[Work instructions]
Word for word, restate every entry that follows.
(Beginning of Task material)
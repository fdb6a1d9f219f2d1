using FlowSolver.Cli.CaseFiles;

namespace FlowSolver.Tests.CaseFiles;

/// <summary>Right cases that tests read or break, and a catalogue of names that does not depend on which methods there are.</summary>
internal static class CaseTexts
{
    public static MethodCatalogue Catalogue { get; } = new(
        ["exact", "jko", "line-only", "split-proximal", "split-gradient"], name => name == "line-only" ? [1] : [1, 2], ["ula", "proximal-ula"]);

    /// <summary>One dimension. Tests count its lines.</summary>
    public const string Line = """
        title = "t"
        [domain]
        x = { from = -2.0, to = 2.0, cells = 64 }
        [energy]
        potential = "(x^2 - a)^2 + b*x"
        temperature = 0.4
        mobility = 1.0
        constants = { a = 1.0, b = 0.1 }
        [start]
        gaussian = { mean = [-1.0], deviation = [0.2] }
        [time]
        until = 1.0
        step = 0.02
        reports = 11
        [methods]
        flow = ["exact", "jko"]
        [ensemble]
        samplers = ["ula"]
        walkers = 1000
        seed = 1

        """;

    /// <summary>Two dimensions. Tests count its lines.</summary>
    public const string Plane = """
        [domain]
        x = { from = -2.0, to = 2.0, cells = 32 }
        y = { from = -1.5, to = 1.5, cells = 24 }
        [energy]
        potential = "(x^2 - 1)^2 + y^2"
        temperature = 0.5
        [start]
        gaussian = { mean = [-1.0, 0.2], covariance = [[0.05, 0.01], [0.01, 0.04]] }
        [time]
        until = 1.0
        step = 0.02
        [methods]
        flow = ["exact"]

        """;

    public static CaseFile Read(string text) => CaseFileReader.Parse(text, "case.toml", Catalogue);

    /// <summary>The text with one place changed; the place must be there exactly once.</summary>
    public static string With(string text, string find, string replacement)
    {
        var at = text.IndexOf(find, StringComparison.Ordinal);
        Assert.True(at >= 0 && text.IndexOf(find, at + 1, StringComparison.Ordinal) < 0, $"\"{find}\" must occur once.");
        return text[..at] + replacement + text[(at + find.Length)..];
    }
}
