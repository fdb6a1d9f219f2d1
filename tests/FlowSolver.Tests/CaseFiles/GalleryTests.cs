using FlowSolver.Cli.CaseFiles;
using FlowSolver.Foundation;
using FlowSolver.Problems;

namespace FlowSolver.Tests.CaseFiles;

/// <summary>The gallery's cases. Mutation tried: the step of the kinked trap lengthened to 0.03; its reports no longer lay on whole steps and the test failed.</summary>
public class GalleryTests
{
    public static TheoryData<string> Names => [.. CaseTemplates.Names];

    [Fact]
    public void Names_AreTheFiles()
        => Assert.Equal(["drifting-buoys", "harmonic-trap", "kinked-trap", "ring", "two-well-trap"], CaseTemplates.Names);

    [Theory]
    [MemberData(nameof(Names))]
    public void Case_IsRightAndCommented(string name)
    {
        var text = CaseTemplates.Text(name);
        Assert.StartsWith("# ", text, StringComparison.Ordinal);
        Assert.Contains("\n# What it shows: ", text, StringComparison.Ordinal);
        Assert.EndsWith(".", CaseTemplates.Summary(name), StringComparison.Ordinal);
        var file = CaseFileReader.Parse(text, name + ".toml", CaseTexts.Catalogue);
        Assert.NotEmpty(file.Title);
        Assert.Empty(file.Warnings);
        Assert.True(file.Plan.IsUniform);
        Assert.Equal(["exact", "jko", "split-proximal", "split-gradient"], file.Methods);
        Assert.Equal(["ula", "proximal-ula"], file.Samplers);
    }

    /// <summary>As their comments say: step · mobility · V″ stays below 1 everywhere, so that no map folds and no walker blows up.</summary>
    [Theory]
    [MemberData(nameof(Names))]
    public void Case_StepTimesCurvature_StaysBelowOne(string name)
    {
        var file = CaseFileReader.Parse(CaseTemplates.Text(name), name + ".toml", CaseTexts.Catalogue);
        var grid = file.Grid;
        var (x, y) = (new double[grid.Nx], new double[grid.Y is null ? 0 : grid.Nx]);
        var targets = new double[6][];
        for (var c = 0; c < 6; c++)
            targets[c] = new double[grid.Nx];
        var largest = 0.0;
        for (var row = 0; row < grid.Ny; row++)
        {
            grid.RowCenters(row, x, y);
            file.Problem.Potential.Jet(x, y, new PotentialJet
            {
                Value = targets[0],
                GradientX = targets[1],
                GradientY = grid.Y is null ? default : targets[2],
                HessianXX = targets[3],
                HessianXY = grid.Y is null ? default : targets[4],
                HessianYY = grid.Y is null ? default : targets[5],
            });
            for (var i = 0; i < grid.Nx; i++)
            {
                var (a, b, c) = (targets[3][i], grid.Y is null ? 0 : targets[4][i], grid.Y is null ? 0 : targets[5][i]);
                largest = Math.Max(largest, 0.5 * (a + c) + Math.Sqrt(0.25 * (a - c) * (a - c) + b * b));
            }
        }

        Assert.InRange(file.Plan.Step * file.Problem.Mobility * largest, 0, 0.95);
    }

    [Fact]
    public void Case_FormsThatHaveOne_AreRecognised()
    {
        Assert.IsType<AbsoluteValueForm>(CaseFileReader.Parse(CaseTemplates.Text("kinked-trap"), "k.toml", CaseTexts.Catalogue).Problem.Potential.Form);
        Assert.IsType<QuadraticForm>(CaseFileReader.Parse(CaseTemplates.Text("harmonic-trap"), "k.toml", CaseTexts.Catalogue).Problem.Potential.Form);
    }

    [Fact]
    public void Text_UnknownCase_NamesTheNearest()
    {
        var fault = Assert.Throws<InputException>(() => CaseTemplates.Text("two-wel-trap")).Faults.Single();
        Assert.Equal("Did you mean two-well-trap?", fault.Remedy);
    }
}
(End of Task material)
[Reply to the task]
repository fdb6a1d9f219f2d1
using FlowSolver.Cli.CaseFiles;

namespace FlowSolver.Tests.CaseFiles;

/// <summary>Right cases that tests read or break, and a catalogue of names that does not depend on which methods there are.</summary>
internal static class CaseTexts
{
    public static MethodCatalogue Catalogue { get; } = new(
        ["exact", "jko", "line-only", "split-proximal", "split-gradient"], name => name == "line-only" ? [1] : [1, 2], ["ula", "proximal-ula"]);

    /// <summary>One dimension. Tests count its lines.</summary>
    public const string Line = """
        title = "t"
        [domain]
        x = { from = -2.0, to = 2.0, cells = 64 }
        [energy]
        potential = "(x^2 - a)^2 + b*x"
        temperature = 0.4
        mobility = 1.0
        constants = { a = 1.0, b = 0.1 }
        [start]
        gaussian = { mean = [-1.0], deviation = [0.2] }
        [time]
        until = 1.0
        step = 0.02
        reports = 11
        [methods]
        flow = ["exact", "jko"]
        [ensemble]
        samplers = ["ula"]
        walkers = 1000
        seed = 1

        """;

    /// <summary>Two dimensions. Tests count its lines.</summary>
    public const string Plane = """
        [domain]
        x = { from = -2.0, to = 2.0, cells = 32 }
        y = { from = -1.5, to = 1.5, cells = 24 }
        [energy]
        potential = "(x^2 - 1)^2 + y^2"
        temperature = 0.5
        [start]
        gaussian = { mean = [-1.0, 0.2], covariance = [[0.05, 0.01], [0.01, 0.04]] }
        [time]
        until = 1.0
        step = 0.02
        [methods]
        flow = ["exact"]

        """;

    public static CaseFile Read(string text) => CaseFileReader.Parse(text, "case.toml", Catalogue);

    /// <summary>The text with one place changed; the place must be there exactly once.</summary>
    public static string With(string text, string find, string replacement)
    {
        var at = text.IndexOf(find, StringComparison.Ordinal);
        Assert.True(at >= 0 && text.IndexOf(find, at + 1, StringComparison.Ordinal) < 0, $"\"{find}\" must occur once.");
        return text[..at] + replacement + text[(at + find.Length)..];
    }
}
repository fdb6a1d9f219f2d1
filename tests/FlowSolver.Tests/CaseFiles/GalleryTests.cs
using FlowSolver.Cli.CaseFiles;
using FlowSolver.Foundation;
using FlowSolver.Problems;

namespace FlowSolver.Tests.CaseFiles;

/// <summary>The gallery's cases. Mutation tried: the step of the kinked trap lengthened to 0.03; its reports no longer lay on whole steps and the test failed.</summary>
public class GalleryTests
{
    public static TheoryData<string> Names => [.. CaseTemplates.Names];

    [Fact]
    public void Names_AreTheFiles()
        => Assert.Equal(["drifting-buoys", "harmonic-trap", "kinked-trap", "ring", "two-well-trap"], CaseTemplates.Names);

    [Theory]
    [MemberData(nameof(Names))]
    public void Case_IsRightAndCommented(string name)
    {
        var text = CaseTemplates.Text(name);
        Assert.StartsWith("# ", text, StringComparison.Ordinal);
        Assert.Contains("\n# What it shows: ", text, StringComparison.Ordinal);
        Assert.EndsWith(".", CaseTemplates.Summary(name), StringComparison.Ordinal);
        var file = CaseFileReader.Parse(text, name + ".toml", CaseTexts.Catalogue);
        Assert.NotEmpty(file.Title);
        Assert.Empty(file.Warnings);
        Assert.True(file.Plan.IsUniform);
        Assert.Equal(["exact", "jko", "split-proximal", "split-gradient"], file.Methods);
        Assert.Equal(["ula", "proximal-ula"], file.Samplers);
    }

    /// <summary>As their comments say: step · mobility · V″ stays below 1 everywhere, so that no map folds and no walker blows up.</summary>
    [Theory]
    [MemberData(nameof(Names))]
    public void Case_StepTimesCurvature_StaysBelowOne(string name)
    {
        var file = CaseFileReader.Parse(CaseTemplates.Text(name), name + ".toml", CaseTexts.Catalogue);
        var grid = file.Grid;
        var (x, y) = (new double[grid.Nx], new double[grid.Y is null ? 0 : grid.Nx]);
        var targets = new double[6][];
        for (var c = 0; c < 6; c++)
            targets[c] = new double[grid.Nx];
        var largest = 0.0;
        for (var row = 0; row < grid.Ny; row++)
        {
            grid.RowCenters(row, x, y);
            file.Problem.Potential.Jet(x, y, new PotentialJet
            {
                Value = targets[0],
                GradientX = targets[1],
                GradientY = grid.Y is null ? default : targets[2],
                HessianXX = targets[3],
                HessianXY = grid.Y is null ? default : targets[4],
                HessianYY = grid.Y is null ? default : targets[5],
            });
            for (var i = 0; i < grid.Nx; i++)
            {
                var (a, b, c) = (targets[3][i], grid.Y is null ? 0 : targets[4][i], grid.Y is null ? 0 : targets[5][i]);
                largest = Math.Max(largest, 0.5 * (a + c) + Math.Sqrt(0.25 * (a - c) * (a - c) + b * b));
            }
        }

        Assert.InRange(file.Plan.Step * file.Problem.Mobility * largest, 0, 0.95);
    }

    [Fact]
    public void Case_FormsThatHaveOne_AreRecognised()
    {
        Assert.IsType<AbsoluteValueForm>(CaseFileReader.Parse(CaseTemplates.Text("kinked-trap"), "k.toml", CaseTexts.Catalogue).Problem.Potential.Form);
        Assert.IsType<QuadraticForm>(CaseFileReader.Parse(CaseTemplates.Text("harmonic-trap"), "k.toml", CaseTexts.Catalogue).Problem.Potential.Form);
    }

    [Fact]
    public void Text_UnknownCase_NamesTheNearest()
    {
        var fault = Assert.Throws<InputException>(() => CaseTemplates.Text("two-wel-trap")).Faults.Single();
        Assert.Equal("Did you mean two-well-trap?", fault.Remedy);
    }
}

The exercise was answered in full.